(AVAILABLE RECORDS Opens)
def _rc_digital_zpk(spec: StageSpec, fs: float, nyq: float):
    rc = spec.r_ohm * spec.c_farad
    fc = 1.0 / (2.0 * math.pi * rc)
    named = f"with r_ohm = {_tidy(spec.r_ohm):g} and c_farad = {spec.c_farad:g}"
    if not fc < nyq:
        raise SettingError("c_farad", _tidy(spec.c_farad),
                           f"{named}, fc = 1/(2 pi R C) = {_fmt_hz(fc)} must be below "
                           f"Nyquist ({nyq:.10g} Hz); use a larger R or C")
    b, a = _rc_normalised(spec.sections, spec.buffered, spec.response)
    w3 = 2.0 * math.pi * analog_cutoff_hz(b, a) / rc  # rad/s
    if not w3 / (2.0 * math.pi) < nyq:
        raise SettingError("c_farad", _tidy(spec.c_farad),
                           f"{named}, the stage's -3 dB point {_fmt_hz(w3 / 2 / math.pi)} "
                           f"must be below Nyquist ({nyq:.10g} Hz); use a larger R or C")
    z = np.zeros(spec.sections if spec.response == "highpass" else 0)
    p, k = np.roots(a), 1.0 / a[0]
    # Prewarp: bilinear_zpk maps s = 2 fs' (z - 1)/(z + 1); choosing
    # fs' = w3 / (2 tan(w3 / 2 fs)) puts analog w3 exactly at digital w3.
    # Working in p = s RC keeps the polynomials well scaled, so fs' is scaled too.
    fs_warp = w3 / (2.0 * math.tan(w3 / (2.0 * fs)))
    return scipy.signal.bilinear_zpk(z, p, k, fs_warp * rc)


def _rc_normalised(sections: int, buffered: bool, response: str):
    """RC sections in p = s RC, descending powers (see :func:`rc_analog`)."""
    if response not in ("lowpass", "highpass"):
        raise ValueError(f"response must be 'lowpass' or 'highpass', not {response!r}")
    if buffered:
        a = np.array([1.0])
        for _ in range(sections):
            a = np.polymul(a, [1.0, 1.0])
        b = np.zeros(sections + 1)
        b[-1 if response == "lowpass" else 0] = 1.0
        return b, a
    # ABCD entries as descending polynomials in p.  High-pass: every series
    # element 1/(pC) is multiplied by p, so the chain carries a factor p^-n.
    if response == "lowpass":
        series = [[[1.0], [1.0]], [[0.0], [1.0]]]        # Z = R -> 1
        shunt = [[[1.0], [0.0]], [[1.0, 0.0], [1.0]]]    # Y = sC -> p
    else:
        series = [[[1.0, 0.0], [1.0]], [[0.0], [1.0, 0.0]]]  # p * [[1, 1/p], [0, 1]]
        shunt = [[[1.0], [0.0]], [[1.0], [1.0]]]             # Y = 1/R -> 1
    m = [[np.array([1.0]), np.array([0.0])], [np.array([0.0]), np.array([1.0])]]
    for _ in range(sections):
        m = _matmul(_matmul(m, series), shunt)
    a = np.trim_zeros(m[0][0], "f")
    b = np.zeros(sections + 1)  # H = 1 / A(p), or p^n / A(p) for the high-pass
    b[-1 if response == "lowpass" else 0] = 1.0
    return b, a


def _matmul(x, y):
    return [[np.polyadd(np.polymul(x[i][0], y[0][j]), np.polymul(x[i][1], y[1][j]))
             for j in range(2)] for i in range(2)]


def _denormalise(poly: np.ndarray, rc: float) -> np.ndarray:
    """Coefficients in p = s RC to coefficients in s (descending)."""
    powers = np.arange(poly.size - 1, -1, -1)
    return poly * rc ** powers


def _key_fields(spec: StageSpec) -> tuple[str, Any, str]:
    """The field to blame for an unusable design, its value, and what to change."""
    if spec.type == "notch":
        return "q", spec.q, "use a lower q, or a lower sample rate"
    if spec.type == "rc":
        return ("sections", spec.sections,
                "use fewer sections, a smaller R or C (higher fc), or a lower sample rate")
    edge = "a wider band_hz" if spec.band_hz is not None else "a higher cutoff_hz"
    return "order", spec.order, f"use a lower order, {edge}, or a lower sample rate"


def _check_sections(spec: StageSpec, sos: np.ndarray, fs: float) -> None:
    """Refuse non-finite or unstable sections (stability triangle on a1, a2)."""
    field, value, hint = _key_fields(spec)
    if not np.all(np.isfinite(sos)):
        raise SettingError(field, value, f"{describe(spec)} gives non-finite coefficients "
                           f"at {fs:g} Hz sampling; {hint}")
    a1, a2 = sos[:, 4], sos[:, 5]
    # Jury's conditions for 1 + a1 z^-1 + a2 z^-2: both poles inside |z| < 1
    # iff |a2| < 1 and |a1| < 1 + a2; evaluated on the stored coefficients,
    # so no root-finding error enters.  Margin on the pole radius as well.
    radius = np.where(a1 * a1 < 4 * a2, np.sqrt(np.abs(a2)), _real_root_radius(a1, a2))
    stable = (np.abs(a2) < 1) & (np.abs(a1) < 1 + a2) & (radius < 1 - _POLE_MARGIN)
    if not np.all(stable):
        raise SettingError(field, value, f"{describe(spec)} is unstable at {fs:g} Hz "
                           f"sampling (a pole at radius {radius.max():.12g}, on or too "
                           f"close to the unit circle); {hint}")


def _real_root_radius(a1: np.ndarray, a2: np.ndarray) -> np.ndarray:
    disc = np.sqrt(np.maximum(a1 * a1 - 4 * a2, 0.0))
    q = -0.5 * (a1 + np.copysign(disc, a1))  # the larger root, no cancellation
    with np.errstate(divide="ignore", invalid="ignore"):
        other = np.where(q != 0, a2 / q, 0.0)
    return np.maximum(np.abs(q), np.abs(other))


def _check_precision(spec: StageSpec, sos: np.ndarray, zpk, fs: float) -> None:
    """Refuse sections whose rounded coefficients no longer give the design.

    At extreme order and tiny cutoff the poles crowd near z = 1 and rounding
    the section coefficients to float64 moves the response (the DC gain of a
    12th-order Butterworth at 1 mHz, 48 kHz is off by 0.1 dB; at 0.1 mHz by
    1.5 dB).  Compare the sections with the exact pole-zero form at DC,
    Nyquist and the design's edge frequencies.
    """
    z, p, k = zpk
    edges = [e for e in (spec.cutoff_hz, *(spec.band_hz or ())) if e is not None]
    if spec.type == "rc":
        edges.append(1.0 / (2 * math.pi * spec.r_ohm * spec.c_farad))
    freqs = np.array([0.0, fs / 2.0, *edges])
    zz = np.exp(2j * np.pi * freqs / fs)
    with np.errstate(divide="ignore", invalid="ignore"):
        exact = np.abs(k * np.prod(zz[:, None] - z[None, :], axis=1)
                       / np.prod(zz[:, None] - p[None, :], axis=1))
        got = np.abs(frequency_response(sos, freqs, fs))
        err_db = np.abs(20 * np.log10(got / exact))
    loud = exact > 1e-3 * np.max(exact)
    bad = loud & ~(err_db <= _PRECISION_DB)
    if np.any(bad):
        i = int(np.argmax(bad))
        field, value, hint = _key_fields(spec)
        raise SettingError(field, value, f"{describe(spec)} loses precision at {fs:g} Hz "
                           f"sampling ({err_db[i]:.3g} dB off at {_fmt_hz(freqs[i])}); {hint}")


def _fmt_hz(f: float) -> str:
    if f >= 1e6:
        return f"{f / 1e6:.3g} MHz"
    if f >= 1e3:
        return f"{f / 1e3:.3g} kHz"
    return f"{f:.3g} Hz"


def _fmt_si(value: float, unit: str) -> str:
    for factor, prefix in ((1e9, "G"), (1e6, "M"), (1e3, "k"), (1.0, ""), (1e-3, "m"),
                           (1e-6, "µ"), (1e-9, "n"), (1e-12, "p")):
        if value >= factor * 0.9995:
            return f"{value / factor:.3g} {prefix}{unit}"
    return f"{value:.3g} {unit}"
(AVAILABLE RECORDS Closes)
ASSIGNMENT:
From the records above, copy out the line with "gives non-finite coefficients", the line with "# iff |a2| <", and every line between them, word for word.

WRITTEN RESPONSE:
        raise SettingError(field, value, f"{describe(spec)} gives non-finite coefficients "
                           f"at {fs:g} Hz sampling; {hint}")
    a1, a2 = sos[:, 4], sos[:, 5]
    # Jury's conditions for 1 + a1 z^-1 + a2 z^-2: both poles inside |z| < 1
    # iff |a2| < 1 and |a1| < 1 + a2; evaluated on the stored coefficients,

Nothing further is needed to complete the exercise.